[Stored data]

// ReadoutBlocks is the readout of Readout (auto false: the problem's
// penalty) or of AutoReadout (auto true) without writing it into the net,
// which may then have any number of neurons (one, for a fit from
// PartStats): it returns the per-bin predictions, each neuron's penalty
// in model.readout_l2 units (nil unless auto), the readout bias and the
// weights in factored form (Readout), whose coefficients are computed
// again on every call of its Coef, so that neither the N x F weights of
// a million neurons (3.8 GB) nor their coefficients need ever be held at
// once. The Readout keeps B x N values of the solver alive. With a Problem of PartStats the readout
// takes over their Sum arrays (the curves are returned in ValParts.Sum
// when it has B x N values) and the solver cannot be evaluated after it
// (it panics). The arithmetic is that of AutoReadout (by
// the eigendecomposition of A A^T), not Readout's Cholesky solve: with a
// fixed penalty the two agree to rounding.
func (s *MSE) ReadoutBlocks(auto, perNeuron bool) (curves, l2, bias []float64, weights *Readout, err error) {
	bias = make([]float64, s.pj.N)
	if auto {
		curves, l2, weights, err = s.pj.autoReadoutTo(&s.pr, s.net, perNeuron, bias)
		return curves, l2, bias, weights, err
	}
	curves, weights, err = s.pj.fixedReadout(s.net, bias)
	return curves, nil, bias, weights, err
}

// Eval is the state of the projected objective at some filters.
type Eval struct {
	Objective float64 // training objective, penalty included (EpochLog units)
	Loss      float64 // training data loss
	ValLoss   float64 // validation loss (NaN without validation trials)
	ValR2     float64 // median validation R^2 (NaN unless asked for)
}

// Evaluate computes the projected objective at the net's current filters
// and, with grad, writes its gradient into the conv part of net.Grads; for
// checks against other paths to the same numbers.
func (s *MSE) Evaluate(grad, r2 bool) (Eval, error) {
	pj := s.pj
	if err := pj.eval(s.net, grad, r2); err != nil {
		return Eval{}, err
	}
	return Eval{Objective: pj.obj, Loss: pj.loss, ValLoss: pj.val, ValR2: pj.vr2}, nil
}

* Task instructions
Going line by line, set down the data above exactly as given.

* Exercise answer
// ReadoutBlocks is the readout of Readout (auto false: the problem's
// penalty) or of AutoReadout (auto true) without writing it into the net,
// which may then have any number of neurons (one, for a fit from
// PartStats): it returns the per-bin predictions, each neuron's penalty
// in model.readout_l2 units (nil unless auto), the readout bias and the
// weights in factored form (Readout), whose coefficients are computed
// again on every call of its Coef, so that neither the N x F weights of
// a million neurons (3.8 GB) nor their coefficients need ever be held at
// once. The Readout keeps B x N values of the solver alive. With a Problem of PartStats the readout
// takes over their Sum arrays (the curves are returned in ValParts.Sum
// when it has B x N values) and the solver cannot be evaluated after it
// (it panics). The arithmetic is that of AutoReadout (by
// the eigendecomposition of A A^T), not Readout's Cholesky solve: with a
// fixed penalty the two agree to rounding.
func (s *MSE) ReadoutBlocks(auto, perNeuron bool) (curves, l2, bias []float64, weights *Readout, err error) {
	bias = make([]float64, s.pj.N)
	if auto {
		curves, l2, weights, err = s.pj.autoReadoutTo(&s.pr, s.net, perNeuron, bias)
		return curves, l2, bias, weights, err
	}
	curves, weights, err = s.pj.fixedReadout(s.net, bias)
	return curves, nil, bias, weights, err
}

// Eval is the state of the projected objective at some filters.
type Eval struct {
	Objective float64 // training objective, penalty included (EpochLog units)
	Loss      float64 // training data loss
	ValLoss   float64 // validation loss (NaN without validation trials)
	ValR2     float64 // median validation R^2 (NaN unless asked for)
}

// Evaluate computes the projected objective at the net's current filters
// and, with grad, writes its gradient into the conv part of net.Grads; for
// checks against other paths to the same numbers.
func (s *MSE) Evaluate(grad, r2 bool) (Eval, error) {
	pj := s.pj
	if err := pj.eval(s.net, grad, r2); err != nil {
		return Eval{}, err
	}
	return Eval{Objective: pj.obj, Loss: pj.loss, ValLoss: pj.val, ValR2: pj.vr2}, nil
}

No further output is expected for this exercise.